Di Christoph Böttigheimer, docente di Teologia Fondamentale presso l'Università Cattolica di Eichstatt-Ingolstadt e uno dei più noti teologi tedeschi contemporanei, diversi libri sono stati meritevolmente tradotti e pubblicati in italiano da Queriniana. Quello che qui presentiamo è dedicato ad analizzare come la fede cristiana può dare un apporto decisivo alla formazione di una personalità umana compiuta e si propone di raggiungere questo risultato «delineando un'antropologia cristiana nel cui focus c'è l'idea del riconoscimento» (6).

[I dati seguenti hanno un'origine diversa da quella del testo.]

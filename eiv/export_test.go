package eiv

// Tail functions exported to the tests of package eiv_test.
var (
	NormalSF       = normalSF
	NormalCDF      = normalCDF
	NormalTwoSided = normalTwoSided
	TTwoSided      = tTwoSided
	ChiSquaredSF   = chiSquaredSF
	FSurvival      = fSurvival
)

Il libro si articola in tre parti. La prima, dal titolo Formazione della personalità innanzitutto ripercorre sinteticamente la storia del concetto di persona dall'antichità classica fino ai nostri giorni per giungere alla constatazione che «nella storia della filosofia e della teologia esso è stato utilizzato in contesti molto differenti – metafisici, teologici, etici, ecc. – ed è stato riempito da contenuti di diverso tipo» (32). E, tuttavia, nella odierna riflessione circa la persona, oltre agli aspetti dell'autocoscienza e della ragione, emerge chiaramente la necessità di rivolgere «una particolare attenzione all'aspetto della relazionalità e, collegato a questo, al pensiero del riconoscimento personale» (33). Proprio nella consapevolezza che la persona si costituisce nella sua relazione con gli altri, Böttigheimer si sofferma allora sull'idea del riconoscimento, visto come elemento costitutivo e decisivo del diventare persona. «L'essere umano non può vivere senza riconoscimento» (37): è questo il fatto originario che si impone a partire dalle primarie relazioni infantili. Infatti, «soltanto in seguito al riconoscimento da parte di altri l'uomo si sa confermato nella sua esistenza e sperimenta che è qualcuno, cioè persona meritevole di attenzione e di rispetto» (42). Anche a questo riguardo il nostro autore prende in considerazione diversi pensatori, a partire da Hegel fino a Mead, Habermas, Todorov, Taylor e Ricœur, per poi soffermarsi più a lungo sulla prospettiva di Axel Honneth con la sua teoria delle tre sfere del riconoscimento, rispettivamente quella dell'amore, del diritto e della solidarietà.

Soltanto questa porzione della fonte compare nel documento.